Data for this task:
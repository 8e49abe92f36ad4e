import { afterAll, beforeAll, describe, expect, it } from 'vitest';
import request from 'supertest';
import { validatePlanningData } from '@millrace/plan-model';
import { createApp } from '../src/app';
import { loadConfig } from '../src/config';
import { seedDemoPlant } from '../src/db/seed-demo';
import { demoWorkCenterAssignments } from '../src/db/demo-plant/plant';
import { getHomeSummary } from '../src/home/get-home-summary.use-case';
import { loadPlanningData } from '../src/planning-data/load-planning-data';
import { createTestDatabase, type TestDatabase } from './support/test-db';
import { countRows } from './support/master-data';

let db: TestDatabase;
beforeAll(async () => {
  db = await createTestDatabase();
});
afterAll(async () => db?.drop());

const tables = ['person', 'product', 'bom_line', 'routing_step', 'work_center', 'work_center_week', 'material', 'scheduled_receipt', 'firm_order', 'demand_forecast'];
async function counts(): Promise<Record<string, number>> {
  return Object.fromEntries(await Promise.all(tables.map(async (t) => [t, await countRows(db.dataSource, t)] as const)));
}

describe('demo plant loader', () => {
  it('when the database is empty, then it loads once, and a second run changes nothing', async () => {
    expect(await seedDemoPlant(db.dataSource)).toBe('loaded');
    const first = await counts();
    expect(await seedDemoPlant(db.dataSource)).toBe('skipped_not_empty');
    expect(await counts()).toEqual(first);
  });

  it('when loaded, then it has the size issue 2 asks for: ≥ 20 products with sub-assemblies, ≥ 8 work centers on 1–3 shifts, ≥ 30 materials, 13 weeks of firm and forecast demand', async () => {
    const c = await counts();
    expect(c.person).toBe(4);
    expect(c.product).toBeGreaterThanOrEqual(20);
    expect(c.work_center).toBeGreaterThanOrEqual(8);
    expect(c.material).toBeGreaterThanOrEqual(30);
    expect(c.scheduled_receipt).toBeGreaterThan(0);
    const shifts = (await db.dataSource.query('SELECT DISTINCT shifts_per_day AS s FROM work_center ORDER BY s')) as Array<{ s: number }>;
    expect(shifts.map((r) => r.s)).toEqual([1, 2, 3]);
    const capped = (await db.dataSource.query('SELECT COUNT(*) AS n FROM material WHERE weekly_supply_cap IS NOT NULL')) as Array<{ n: string }>;
    expect(Number(capped[0].n)).toBeGreaterThan(0);

    const data = await db.dataSource.transaction((m) => loadPlanningData(m, 13));
    expect(data.products.filter((p) => p.kind === 'subassembly').length).toBeGreaterThan(0);
    // the current week and the 12 after it carry firm and forecast demand
    expect(new Set(data.demand.map((d) => d.week))).toEqual(new Set(Array.from({ length: 13 }, (_, i) => i + 1)));
    expect(data.demand.some((d) => d.kind === 'firm') && data.demand.some((d) => d.kind === 'forecast')).toBe(true);
    // a multi-level BOM: some product three product levels deep
    const children = new Map<string, string[]>();
    for (const l of data.bom) if (l.componentProduct) children.set(l.parent, [...(children.get(l.parent) ?? []), l.componentProduct]);
    const depth = (code: string): number => 1 + Math.max(0, ...(children.get(code) ?? []).map(depth));
    expect(Math.max(...data.products.map((p) => depth(p.code)))).toBeGreaterThanOrEqual(3);
    // the planning model accepts the data as it is
    expect(validatePlanningData(data, 13)).toEqual([]);
  });

  it('when the home summary checks the 13 weeks, then two or three work centers are over-loaded in some weeks, not everywhere', async () => {
    const summary = await getHomeSummary(db.dataSource, { weeks: 13 });
    const overLoaded = summary.workCenters.filter((w) => w.cells.some((c) => c.status === 'over_loaded')).map((w) => w.code);
    expect(overLoaded.length).toBeGreaterThanOrEqual(2);
    expect(overLoaded.length).toBeLessThanOrEqual(3);
    for (const code of overLoaded) {
      const cells = summary.workCenters.find((w) => w.code === code)!.cells;
      expect(cells.some((c) => c.status === 'within_capacity')).toBe(true);
    }
  });

  it('when a demo person signs in with the demo password, then the role comes back', async () => {
    const config = { ...loadConfig({ ...process.env, NODE_ENV: 'test', DB_NAME: db.config.name, DB_USER: db.config.user }), plannerDist: undefined, db: db.config };
    const app = createApp({ dataSource: db.dataSource, config });
    for (const [email, role] of [
      ['admin@millrace.test', 'admin'],
      ['planner@millrace.test', 'planner'],
      ['supervisor@millrace.test', 'supervisor'],
      ['floor@millrace.test', 'floor_lead'],
    ]) {
      const res = await request(app).post('/api/auth/sign-in').set('Origin', config.http.publicUrl).send({ email, password: 'millrace-demo' });
      expect(res.status).toBe(200);
      expect(res.body.role).toBe(role);
    }
  });

  it('when loaded, then the demo floor lead is assigned the work centers the demo data names, and nobody else any', async () => {
    const rows: { email: string; code: string }[] = await db.dataSource.query(
      'SELECT p.email, w.code FROM person_work_center l JOIN person p ON p.id = l.person_id JOIN work_center w ON w.id = l.work_center_id ORDER BY p.email, w.code',
    );
    const expected = Object.entries(demoWorkCenterAssignments).flatMap(([email, codes]) => [...codes].sort().map((code) => ({ email, code })));
    expect(rows).toEqual(expected);
    expect(rows.every((r) => r.email === 'floor@millrace.test')).toBe(true);
  });
});
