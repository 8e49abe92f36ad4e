import { WorkCentersListPage } from '@/features/work-centers';
import { useMe } from '@/lib/auth';
import { can } from '@/lib/authorization';

export default function WorkCentersRoute() {
  const me = useMe();
  return <WorkCentersListPage canEdit={can(me.data?.role, 'write:master-data')} />;
}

Your instructions: Would you copy out exactly the lines above that start at the one containing "const capped = (await" and end at the one containing "for (const code", inclusive?

Result below:
    const capped = (await db.dataSource.query('SELECT COUNT(*) AS n FROM material WHERE weekly_supply_cap IS NOT NULL')) as Array<{ n: string }>;
    expect(Number(capped[0].n)).toBeGreaterThan(0);

    const data = await db.dataSource.transaction((m) => loadPlanningData(m, 13));
    expect(data.products.filter((p) => p.kind === 'subassembly').length).toBeGreaterThan(0);
    // the current week and the 12 after it carry firm and forecast demand
    expect(new Set(data.demand.map((d) => d.week))).toEqual(new Set(Array.from({ length: 13 }, (_, i) => i + 1)));
    expect(data.demand.some((d) => d.kind === 'firm') && data.demand.some((d) => d.kind === 'forecast')).toBe(true);
    // a multi-level BOM: some product three product levels deep
    const children = new Map<string, string[]>();
    for (const l of data.bom) if (l.componentProduct) children.set(l.parent, [...(children.get(l.parent) ?? []), l.componentProduct]);
    const depth = (code: string): number => 1 + Math.max(0, ...(children.get(code) ?? []).map(depth));
    expect(Math.max(...data.products.map((p) => depth(p.code)))).toBeGreaterThanOrEqual(3);
    // the planning model accepts the data as it is
    expect(validatePlanningData(data, 13)).toEqual([]);
  });

  it('when the home summary checks the 13 weeks, then two or three work centers are over-loaded in some weeks, not everywhere', async () => {
    const summary = await getHomeSummary(db.dataSource, { weeks: 13 });
    const overLoaded = summary.workCenters.filter((w) => w.cells.some((c) => c.status === 'over_loaded')).map((w) => w.code);
    expect(overLoaded.length).toBeGreaterThanOrEqual(2);
    expect(overLoaded.length).toBeLessThanOrEqual(3);
    for (const code of overLoaded) {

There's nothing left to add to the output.